-- Your assignment --
Please output, without any change, the lines of the material below from the very first through the one with "from budgets.components import Component".

### Records to process

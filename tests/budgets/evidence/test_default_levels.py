"""At which level what each design finds is drawn anew, where nobody says otherwise."""

import itertools

import numpy as np
import pytest

from budgets.components import Component
from budgets.declarations import Declaration, evaluate
from budgets.evidence.study_data import DESIGNS, NamedSource, StudyData, evaluate_study

DRAW = np.random.default_rng(3)


def nested(*counts):
    """Give labels and a figure with an effect of its own at every depth of them."""
    effects = {}
    rows = []
    for labels in itertools.product(*map(range, counts)):
        parts = [labels[:depth] for depth in range(1, len(labels))]
        shift = sum(effects.setdefault(part, DRAW.normal(0, 0.1)) for part in parts)
        rows.append(
            (
                *("-".join(map(str, labels[:depth])) for depth in range(1, len(labels))),
                float(3 + shift + DRAW.normal(0, 0.03)),
            )
        )
    return rows  # fmt: skip


def paired(number=60):
    levels = DRAW.uniform(2, 5, number)
    return [
        (f"V{i}", float(y + e + DRAW.normal(0, 0.02)), float(y + DRAW.normal(0, 0.02)))
        for i, (y, e) in enumerate(zip(levels, DRAW.normal(0, 0.1, number), strict=True))
        for _ in range(2)
    ]


def crossed():
    instruments, samples = DRAW.normal(0, 0.1, 6), DRAW.normal(0, 0.1, (10, 6))
    return [
        (f"S{i}", f"nir-{j}", float(i + instruments[j] + samples[i, j] + DRAW.normal(0, 0.02)))
        for i in range(10)
        for j in range(6)
        for _ in range(2)
    ]


SERIES = [(float(x),) for x in DRAW.normal(3, 0.1, 400)]
ASSIGNED = [(*row, 3.0) for row in nested(20, 2)]
STREAM = {"held_sample": False, "lot_length": 100, "increments": 4, "scheme": "systematic"}
# Design, columns, rows, options, and the level of each estimate that a component can be made of.
CASES = [
    ("repeatability", ("sample", "reading"), nested(10, 4), {}, {"repeatability": "reading"}),
    ("duplicates", ("sample", "result"), nested(10, 2), {}, {"repeatability": "reading"}),
    (
        "nested_precision",
        ("day", "presentation", "reading"),
        nested(12, 3, 3),
        {},
        {
            "repeatability": "reading",
            "between_presentations": "presentation",  # packed anew
            "between_days": "session",
            "intermediate_precision": "session",
        },
    ),
    (
        "sampling",
        ("target", "sample", "result"),
        nested(12, 3, 2),
        {},
        {"repeatability": "reading", "sampling": "sample"},
    ),
    (
        "fleet",
        ("sample", "instrument", "reading"),
        crossed(),
        {},
        {"repeatability": "reading", "between_instruments": "instrument"},
    ),
    (
        "agreement",
        ("pair", "reading", "reference"),
        paired(),
        {"independent": True},
        {"standard_error_of_prediction": "lot", "remainder": "lot", "bias": "calibration"},
    ),
    (
        "check_samples",
        ("session", "result", "assigned_value"),
        ASSIGNED,
        {},
        {"intermediate_precision": "session", "bias": "calibration"},
    ),
    ("production", ("lot", "reading"), nested(20, 3), {}, {"within_lot": "sample"}),
    ("process_stream", ("reading",), SERIES, {"held_sample": True}, {"repeatability": "reading"}),
    (
        "process_stream",
        ("reading",),
        SERIES,
        {"held_sample": True, "readings_averaged": 4},
        {"averaged_repeatability": "presentation"},
    ),
    ("process_stream", ("reading",), SERIES, STREAM, {"sampling": "sample"}),
]


def test_every_design_is_here():
    assert {case[0] for case in CASES} == set(DESIGNS)


@pytest.mark.parametrize(("design", "columns", "rows", "options", "levels"), CASES)
def test_the_default_level_of_an_estimate(design, columns, rows, options, levels):
    evaluation = evaluate_study(design, StudyData(columns, tuple(rows)), study="s", options=options)
    for name, level in levels.items():
        estimate = evaluation.estimate(name)
        quantity = "bias" if name == "bias" else "moisture"
        assert Component.from_estimate(name, quantity, None, estimate, "A").level == level, name


def test_several_quantities_of_one_scan_and_of_its_differences():
    """Replicate vectors at the level of the reading, what is left of differences at that of the lot."""
    rows = [(f"P{i}", *map(float, DRAW.normal(3, 0.1, 2))) for i in range(12) for _ in range(3)]
    scans = evaluate_study("covariance", StudyData(("sample", "x", "y"), tuple(rows)), study="s")
    joint = scans.estimate("repeatability_covariance")
    assert joint.may_feed[0] == "reading"
    columns = ("pair", "x", "y", "x_reference", "y_reference")
    rows = [(f"V{i}", *map(float, DRAW.normal(3, 0.3, 4))) for i in range(60)]
    sources = [NamedSource("analyzer_repeatability", joint)]
    evaluation = evaluate_study(
        "covariance",
        StudyData(columns, tuple(rows)),
        study="v",
        options={"independent": True},
        named_sources=sources,
    )
    assert evaluation.estimate("prediction_covariance").may_feed[0] == "lot"
    assert evaluation.estimate("bias_covariance").may_feed[0] == "calibration"


def test_the_trueness_of_a_laboratory_is_one_for_all_of_its_values():
    stated = evaluate(Declaration("standard_deviation", 0.08), code="ring").estimate()
    assert Component.from_estimate("trueness", "bias", None, stated, "B").level == "reference"
    both = evaluate(Declaration("reproducibility_limit", 0.3, repeatability_limit=0.1), code="limits")
    between, within = both.estimate("between_laboratories"), both.estimate("repeatability")
    assert (between.may_feed[0], within.may_feed[0]) == ("reference", "reading")
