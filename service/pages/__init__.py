"""The pages: server-rendered twins of the API's calls. Here: the start page and the page for errors."""

from __future__ import annotations

from flask import Flask

from service.pages import errors, start

__all__ = ["register"]


def register(app: Flask) -> None:
    """Put the pages into an application whose ``shoalmark`` extension holds the services."""
    app.register_blueprint(start.blueprint)
    # The API answers errors below its prefix; it hands all others to this function, which it does not know.
    app.extensions["shoalmark.error_page"] = errors.error_page
    app.after_request(start.guard)
    demo = app.extensions["shoalmark"].settings.demo
    app.context_processor(lambda: {"demo": demo})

######

-- Solution to this task --
filename tests/budgets/evidence/test_default_levels.py
"""At which level what each design finds is drawn anew, where nobody says otherwise."""

import itertools

import numpy as np
import pytest

from budgets.components import Component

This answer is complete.